#### What the task requires
This exercise calls for the line with "from __future__ import annotations", the line with "invalid = next(problem", and all lines between them in the material below, output exactly and with no other lines.

#### Given entries
"""The words of a reason: what is missing, by the names people use, each once."""

from __future__ import annotations

from tests.record_factory import (
    assess,
    assessed,
    channel,
    comparison,
    fuel,
    limit,
    readings,
    record,
    without_calibrations,
)


def test_a_reason_names_what_is_missing_in_words() -> None:
    """Two fuels without shares, a fuel without factors, a gas without channel: no symbol of an equation, no key."""
    rate = limit(unit="lb/MMBtu")
    without_shares = assessed(fuels=(fuel(), fuel("distillate oil")), limits=(rate,))
    words = "the share of heat input of each fuel is missing: Fuel use of the run, or the shares on the sheet Fuel"
    assert comparison(without_shares).reason == f"run 1: {words}"
    assert "run 1: no fuel is entered" in comparison(assessed(limits=(rate,))).reason
    unknown = comparison(assessed(fuels=(fuel("mill gas"),), limits=(rate,))).reason
    assert unknown == "run 1: the dry F factor (F_d) of the fuel is missing"
    alone = assessed(channels=(channel("O2"),), readings=readings({"O2": 5.0}), limits=(limit(pollutant="nox"),))
    assert comparison(alone).reason == "no channel measures NOx"


def test_a_channel_is_named_once_in_a_reason() -> None:
    outcome = assess(without_calibrations(record(), "NOx", "10:40", "10:42"))
    assert outcome.run("3").reasons == ("NOx: no system check after the run",)
    invalid = next(problem for problem in outcome.problems if problem.code == "run-invalid")
    assert invalid.found == "NOx, run 3: no system check after the run"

#### Answer space
from __future__ import annotations

from tests.record_factory import (
    assess,
    assessed,
    channel,
    comparison,
    fuel,
    limit,
    readings,
    record,
    without_calibrations,
)


def test_a_reason_names_what_is_missing_in_words() -> None:
    """Two fuels without shares, a fuel without factors, a gas without channel: no symbol of an equation, no key."""
    rate = limit(unit="lb/MMBtu")
    without_shares = assessed(fuels=(fuel(), fuel("distillate oil")), limits=(rate,))
    words = "the share of heat input of each fuel is missing: Fuel use of the run, or the shares on the sheet Fuel"
    assert comparison(without_shares).reason == f"run 1: {words}"
    assert "run 1: no fuel is entered" in comparison(assessed(limits=(rate,))).reason
    unknown = comparison(assessed(fuels=(fuel("mill gas"),), limits=(rate,))).reason
    assert unknown == "run 1: the dry F factor (F_d) of the fuel is missing"
    alone = assessed(channels=(channel("O2"),), readings=readings({"O2": 5.0}), limits=(limit(pollutant="nox"),))
    assert comparison(alone).reason == "no channel measures NOx"


def test_a_channel_is_named_once_in_a_reason() -> None:
    outcome = assess(without_calibrations(record(), "NOx", "10:40", "10:42"))
    assert outcome.run("3").reasons == ("NOx: no system check after the run",)
    invalid = next(problem for problem in outcome.problems if problem.code == "run-invalid")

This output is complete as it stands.